# Work Permit Procedure



## EireLDN (Dec 16, 2015)

Hello there,
I've been seeing a lot of conflicting information regarding the process to obtain a temporary residence visa with permission to pursue remunerated activities. I recently accepted a job offer and I'm currently in talks with my local consulate to set up an appointment to receive my special entry visa which I'll eventually present at the INM for my temporary resident visa.

Would someone mind explaining the process of entering Mexico and swapping my special visa received at the consulate for my temporary resident visa. At what stage will I have to show my apostilled degree? How involved will my employer be in this process? I wanted to stay in Mexico City for a month prior to starting my job so is it possible to begin the process here despite my employer being in Puebla?

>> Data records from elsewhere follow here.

import { fillConfusion } from './confusion';
import { defined, REASON_FEW_ITEMS, REASON_ONE_CATEGORY, undefinedStat, type StatResult } from './result';
import { raterIndex, selectedItems, type ItemSelection, type RatingsTable } from './table';

const EPS = 1e-12;

export type KappaWeights = 'linear' | 'quadratic';

/**
 * Cohen's κ (Cohen 1960, Educ. Psychol. Meas. 20:37) from a k × k confusion matrix of counts
 * (flat Float64Array, row-major): p_o = Σ_c x_cc / N, p_e = Σ_c (row_c / N)(col_c / N),
 * κ = (p_o − p_e) / (1 − p_e). Null when fewer than 2 items, or when both raters used one and the
 * same category only (p_e = 1).
 */
export function cohenKappaFromFlat(flat: Float64Array, k: number, n: number): StatResult {
  if (n < 2) return undefinedStat(REASON_FEW_ITEMS, n);
  let po = 0;
  let pe = 0;
  for (let c = 0; c < k; c++) {
    po += flat[c * k + c];
    let row = 0;
    let col = 0;
    for (let d = 0; d < k; d++) {
      row += flat[c * k + d];
      col += flat[d * k + c];
    }
    pe += row * col;
  }
  po /= n;
  pe /= n * n;
  if (1 - pe < EPS) return undefinedStat(REASON_ONE_CATEGORY, n);
  return defined((po - pe) / (1 - pe), n);
}

/**
 * Weighted κ (Cohen 1968, Psychol. Bull. 70:213) for ordered categories (their order in the
 * category list), with agreement weights w_cd = 1 − |c − d| / (k − 1) (linear) or
 * 1 − (c − d)² / (k − 1)² (quadratic): κ_w = (p_o(w) − p_e(w)) / (1 − p_e(w)), where
 * p_o(w) = Σ w_cd x_cd / N and p_e(w) = Σ w_cd row_c col_d / N². Equal to statsmodels'
 * cohens_kappa(wt='linear' | 'quadratic'), which uses the disagreement weights 1 − w.
 */
export function weightedKappaFromFlat(flat: Float64Array, k: number, n: number, weights: KappaWeights): StatResult {
  if (n < 2) return undefinedStat(REASON_FEW_ITEMS, n);
  const rows = new Float64Array(k);
  const cols = new Float64Array(k);
  for (let c = 0; c < k; c++)
    for (let d = 0; d < k; d++) {
      rows[c] += flat[c * k + d];
      cols[d] += flat[c * k + d];
    }
  // Work with disagreement weights v = 1 − w (exact zeros on the diagonal): κ_w = 1 − Σ v x / Σ v e.
  let obs = 0;
  let exp = 0;
  for (let c = 0; c < k; c++)
    for (let d = 0; d < k; d++) {
      const dist = Math.abs(c - d) / (k - 1);
      const v = weights === 'linear' ? dist : dist * dist;
      obs += v * flat[c * k + d];
      exp += (v * rows[c] * cols[d]) / n;
    }
  if (exp < EPS * n) return undefinedStat(REASON_ONE_CATEGORY, n);
  return defined(1 - obs / exp, n);
}

function pairFlat(table: RatingsTable, a: string | number, b: string | number, sel?: ItemSelection) {
  const ja = raterIndex(table, a);
  const jb = raterIndex(table, b);
  const idx = selectedItems(table, sel);
  const k = table.nCategories;
  const flat = new Float64Array(k * k);
  const n = fillConfusion(table.codes, table.nRaters, ja, table.codes, table.nRaters, jb, k, idx, idx.length, flat);
  return { flat, k, n };
}

/** Cohen's κ of two raters over the items both labelled. */
export function cohenKappa(table: RatingsTable, a: string | number, b: string | number, sel?: ItemSelection): StatResult {
  const { flat, k, n } = pairFlat(table, a, b, sel);
  return cohenKappaFromFlat(flat, k, n);
}

/** Weighted κ of two raters over the items both labelled (categories taken as ordered). */
export function weightedKappa(
  table: RatingsTable,
  a: string | number,
  b: string | number,
  weights: KappaWeights,
  sel?: ItemSelection,
): StatResult {
  const { flat, k, n } = pairFlat(table, a, b, sel);
  return weightedKappaFromFlat(flat, k, n, weights);
}

/** Percent agreement of two raters: share of the items both labelled on which they agree. */
export function pairPercentAgreementFromFlat(flat: Float64Array, k: number, n: number): StatResult {
  if (n < 2) return undefinedStat(REASON_FEW_ITEMS, n);
  let agree = 0;
  for (let c = 0; c < k; c++) agree += flat[c * k + c];
  return defined(agree / n, n);
}

/**
 * Gwet's AC1 for two raters (Gwet 2008, Br. J. Math. Stat. Psychol. 61:29):
 * π_c = (row_c + col_c) / 2N, p_e = Σ_c π_c (1 − π_c) / (k − 1), AC1 = (p_o − p_e) / (1 − p_e).
 */
export function pairGwetAC1FromFlat(flat: Float64Array, k: number, n: number): StatResult {
  if (n < 2) return undefinedStat(REASON_FEW_ITEMS, n);
  let po = 0;
  let pe = 0;
  for (let c = 0; c < k; c++) {
    po += flat[c * k + c];
    let m = 0;
    for (let d = 0; d < k; d++) m += flat[c * k + d] + flat[d * k + c];
    const p = m / (2 * n);
    pe += p * (1 - p);
  }
  po /= n;
  pe /= k - 1;
  return defined((po - pe) / (1 - pe), n);
}

/** Gwet's AC1 of two raters over the items both labelled. */
export function pairGwetAC1(table: RatingsTable, a: string | number, b: string | number, sel?: ItemSelection): StatResult {
  const { flat, k, n } = pairFlat(table, a, b, sel);
  return pairGwetAC1FromFlat(flat, k, n);
}

/** Percent agreement of two raters over the items both labelled. */
export function pairPercentAgreement(table: RatingsTable, a: string | number, b: string | number, sel?: ItemSelection): StatResult {
  const { flat, k, n } = pairFlat(table, a, b, sel);
  return pairPercentAgreementFromFlat(flat, k, n);
}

Any help would be much appreciated! Cheers!


----------



## TundraGreen (Jul 15, 2010)

EireLDN said:


> Hello there,
> I've been seeing a lot of conflicting information regarding the process to obtain a temporary residence visa with permission to pursue remunerated activities. I recently accepted a job offer and I'm currently in talks with my local consulate to set up an appointment to receive my special entry visa which I'll eventually present at the INM for my temporary resident visa.
> 
> Would someone mind explaining the process of entering Mexico and swapping my special visa received at the consulate for my temporary resident visa. At what stage will I have to show my apostilled degree? How involved will my employer be in this process? I wanted to stay in Mexico City for a month prior to starting my job so is it possible to begin the process here despite my employer being in Puebla?
> ...


Your employer has to give you a letter which you include with your application for Residencial Temporal at the consulate.

You get some paperwork at the consulate. After you arrive in Mexico, you have I believe a month to go to INM with it for your Residencial Temporal card. They will want your address in Puebla. 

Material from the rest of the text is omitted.